(Input Opens)
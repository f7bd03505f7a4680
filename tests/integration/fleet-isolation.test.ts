import { beforeAll, describe, expect, it } from "vitest";
import { GET as aircraftDetailRoute } from "@/app/api/clubs/[club]/aircraft/[aircraftId]/route";
import { GET as aircraftListRoute } from "@/app/api/clubs/[club]/aircraft/route";
import { GET as flightLineRoute } from "@/app/api/clubs/[club]/flight-line/route";
import { GET as flightsRoute } from "@/app/api/clubs/[club]/flights/route";
import { GET as squawkRoute } from "@/app/api/clubs/[club]/squawks/[squawkId]/route";
import { GET as squawksRoute } from "@/app/api/clubs/[club]/squawks/route";
import AircraftPage from "@/app/clubs/[club]/aircraft/[aircraftId]/page";
import FlightsPage from "@/app/clubs/[club]/flights/page";
import MaintenancePage from "@/app/clubs/[club]/maintenance/page";
import { getAircraft } from "@/db/queries/fleet";
import { getAircraftStatusEntry } from "@/db/queries/fleet-status";
import { getSquawk } from "@/db/queries/fleet-squawks";
import { squawks } from "@/db/schema";
import { issueGroundingNotice } from "@/lib/actions/fleet/issue-grounding-notice";
import { logFlight } from "@/lib/actions/fleet/log-flight";
import { reportSquawk } from "@/lib/actions/fleet/report-squawk";
import { EMPTY, clubBySlug, db, form, signInAs } from "./helpers";
import { callRoute, planeByRegistration, seedFleetOnce } from "./fleet-helpers";
import { eq } from "drizzle-orm";

// Another club's aircraft (and its squawks) is answered exactly like one that does not exist.
describe("fleet tenant isolation", () => {
  let foreignAircraft = "";
  let foreignSquawk = "";
  beforeAll(async () => {
    await seedFleetOnce();
    foreignAircraft = planeByRegistration("cottonwood-flyers", "N0471C").id;
    foreignSquawk = db().select().from(squawks).where(eq(squawks.aircraftId, foreignAircraft)).get()!.id;
    signInAs("maintenance@hangarline.test"); // member and maintenance of Reedwater only
  });

  it("route handlers: 404 through the own club's URL for another club's ids", async () => {
    const L = "reedwater";
    expect((await callRoute(aircraftDetailRoute, `/api/clubs/${L}/aircraft/${foreignAircraft}`, { club: L, aircraftId: foreignAircraft })).status).toBe(404);
    expect((await callRoute(squawksRoute, `/api/clubs/${L}/squawks?aircraftId=${foreignAircraft}`, { club: L })).status).toBe(404);
    expect((await callRoute(squawkRoute, `/api/clubs/${L}/squawks/${foreignSquawk}`, { club: L, squawkId: foreignSquawk })).status).toBe(404);
    expect((await callRoute(flightsRoute, `/api/clubs/${L}/flights?aircraftId=${foreignAircraft}`, { club: L })).status).toBe(404);
    expect((await callRoute(aircraftDetailRoute, `/api/clubs/${L}/aircraft/no-such-id`, { club: L, aircraftId: "no-such-id" })).status).toBe(404);
  });

  it("route handlers: 404 through the other club's URL, where the person has no membership", async () => {
    const C = "cottonwood-flyers";
    for (const [route, url, params] of [
      [flightLineRoute, `/api/clubs/${C}/flight-line`, { club: C }],
      [aircraftListRoute, `/api/clubs/${C}/aircraft`, { club: C }],
      [aircraftDetailRoute, `/api/clubs/${C}/aircraft/${foreignAircraft}`, { club: C, aircraftId: foreignAircraft }],
      [squawksRoute, `/api/clubs/${C}/squawks`, { club: C }],
      [squawkRoute, `/api/clubs/${C}/squawks/${foreignSquawk}`, { club: C, squawkId: foreignSquawk }],
      [flightsRoute, `/api/clubs/${C}/flights`, { club: C }],
    ] as const) {
      const res = await callRoute(route as never, url, params as never);
      expect(res.status, url).toBe(404);
    }
  });

  it("route handlers: 401 without a session", async () => {
    signInAs(null);
    expect((await callRoute(flightLineRoute, "/api/clubs/reedwater/flight-line", { club: "reedwater" })).status).toBe(401);
    signInAs("maintenance@hangarline.test");
  });

  it("page queries filter by club: another club's aircraft and squawk are not found", () => {
    const lake = clubBySlug("reedwater");
    expect(getAircraft(db(), lake.id, foreignAircraft)).toBeUndefined();
    expect(getAircraftStatusEntry(db(), lake, foreignAircraft)).toBeUndefined();
    expect(getSquawk(db(), lake.id, foreignSquawk)).toBeUndefined();
  });

  it("pages render the not-found page for another club's aircraft", async () => {
    await expect(AircraftPage({ params: Promise.resolve({ club: "reedwater", aircraftId: foreignAircraft }) })).rejects.toThrow("not found");
    await expect(FlightsPage({ params: Promise.resolve({ club: "reedwater" }), searchParams: Promise.resolve({ aircraft: foreignAircraft }) })).rejects.toThrow("not found");
    // and the own club's aircraft page renders
    const own = planeByRegistration("reedwater", "N0512L");
    await expect(AircraftPage({ params: Promise.resolve({ club: "reedwater", aircraftId: own.id }) })).resolves.toBeTruthy();
    signInAs("member@hangarline.test");
    await expect(MaintenancePage({ params: Promise.resolve({ club: "reedwater" }) })).rejects.toThrow("not found"); // a plain member has no work queue
    signInAs("maintenance@hangarline.test");
  });

  it("actions refuse another club's aircraft and write nothing", async () => {
    const before = db().select().from(squawks).all().length;
    const squawk = await reportSquawk(EMPTY, form({ club: "reedwater", aircraftId: foreignAircraft, description: "Should not land anywhere", foundDuring: "preflight" }));
    expect(squawk.message).toMatch(/not found/);
    const notice = await issueGroundingNotice(EMPTY, form({ club: "reedwater", aircraftId: foreignAircraft, category: "safety", reason: "Not my club's aircraft" }));
    expect(notice.message).toMatch(/not found/);
    const flight = await logFlight(EMPTY, form({ club: "reedwater", aircraftId: foreignAircraft, flownOn: "2026-01-01", hobbsOut: "1", hobbsIn: "2", tachOut: "1", tachIn: "2" }));
    expect(flight.message).toMatch(/not found/);
    expect(db().select().from(squawks).all().length).toBe(before);
  });
});
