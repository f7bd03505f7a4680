import { eq } from "drizzle-orm";
import { beforeAll, describe, expect, it, vi } from "vitest";
import { users } from "@/db/schema";
import { acceptInvitation } from "@/lib/actions/invitations/accept-invitation";
import { inviteMember } from "@/lib/actions/members/invite-member";
import { EMPTY, db, form, membershipOf, outboxFor, seedOnce, signInAs } from "./helpers";

// Auth.js's signIn needs a live request to set its cookie; here it is replaced by a stand-in that
// checks the credentials the same way the real provider does (authorizeCredentials), so the test
// sees which account the action signs in, with the password the person just chose.
const signInCalls = vi.hoisted(() => [] as { provider: string; email: string; password: string }[]);
const failNext = vi.hoisted(() => ({ value: false }));
vi.mock("@/auth", async () => {
  const { CredentialsSignin } = await import("next-auth");
  const { getDb } = await import("@/db/client");
  const { authorizeCredentials: check } = await import("@/lib/auth/credentials");
  return {
    signIn: async (provider: string, options: { email: string; password: string }) => {
      signInCalls.push({ provider, email: options.email, password: options.password });
      if (failNext.value) {
        failNext.value = false;
        throw new Error("no request to set a cookie on");
      }
      const result = await check(getDb(), { email: options.email, password: options.password }, "client:test");
      if (!result.ok) throw new CredentialsSignin();
      return undefined;
    },
    signOut: async () => undefined,
    auth: async () => null,
    handlers: {},
  };
});

async function invite(address: string): Promise<string> {
  signInAs("admin@hangarline.test");
  const state = await inviteMember(EMPTY, form({ club: "reedwater", email: address, roles: ["member"] }));
  expect(state.ok, state.message).toBe(true);
  const url = (outboxFor(address).at(-1)?.payload as { url: string }).url;
  return url.split("/invitations/")[1]!;
}

describe("a new member is signed in by accepting the invitation", () => {
  beforeAll(async () => {
    await seedOnce();
  });

  it("creates the account, joins the club, signs in with the chosen password and goes to the club", async () => {
    const token = await invite("joiner.one@example.test");
    signInAs(null);
    const answer = await acceptInvitation(EMPTY, form({ token, name: "Joiner One", password: "a-long-enough-password" }));
    expect(answer.ok, answer.message).toBe(true);
    expect(answer.redirectTo).toBe("/clubs/reedwater");
    expect(answer.message).toMatch(/signed in/);
    expect(signInCalls.at(-1)).toEqual({ provider: "credentials", email: "joiner.one@example.test", password: "a-long-enough-password" });
    expect(membershipOf("joiner.one@example.test", "reedwater")?.roles).toEqual(["member"]);
  });

  it("a refused acceptance signs nobody in and creates nothing", async () => {
    const token = await invite("joiner.two@example.test");
    signInAs(null);
    const calls = signInCalls.length;
    const refused = await acceptInvitation(EMPTY, form({ token, name: "", password: "short" }));
    expect(refused.ok).toBe(false);
    // One message per problem: the summary does not repeat a field's own message.
    expect(refused.message).toBe("Some fields need attention; nothing was saved.");
    expect(signInCalls.length).toBe(calls);
    expect(db().select().from(users).where(eq(users.email, "joiner.two@example.test")).all()).toHaveLength(0);
  });

  it("an existing account joining while signed in is not signed in again", async () => {
    const token = await invite("cottonwood.pilot@hangarline.test");
    signInAs("cottonwood.pilot@hangarline.test");
    const calls = signInCalls.length;
    const answer = await acceptInvitation(EMPTY, form({ token }));
    expect(answer.ok, answer.message).toBe(true);
    expect(answer.redirectTo).toBe("/clubs/reedwater");
    expect(signInCalls.length).toBe(calls);
  });

  it("when the sign-in cannot complete, the answer sends the person to sign in, saying the account is ready", async () => {
    const token = await invite("joiner.three@example.test");
    signInAs(null);
    failNext.value = true;
    const answer = await acceptInvitation(EMPTY, form({ token, name: "Joiner Three", password: "a-long-enough-password" }));
    expect(answer.ok).toBe(true);
    expect(answer.redirectTo).toBe(`/sign-in?joined=1&callbackUrl=${encodeURIComponent("/clubs/reedwater")}`);
    expect(membershipOf("joiner.three@example.test", "reedwater")?.roles).toEqual(["member"]);
  });
});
(Input Closes)
*Exercise goal*. When copying the data above, please keep exactly the lines from its first line through the line with "GET as flightsRoute", both ends included, and drop the rest.

*Final answer*.
repository f7bd03505f7a4680
filename tests/integration/fleet-isolation.test.ts
import { beforeAll, describe, expect, it } from "vitest";
import { GET as aircraftDetailRoute } from "@/app/api/clubs/[club]/aircraft/[aircraftId]/route";
import { GET as aircraftListRoute } from "@/app/api/clubs/[club]/aircraft/route";
import { GET as flightLineRoute } from "@/app/api/clubs/[club]/flight-line/route";
import { GET as flightsRoute } from "@/app/api/clubs/[club]/flights/route";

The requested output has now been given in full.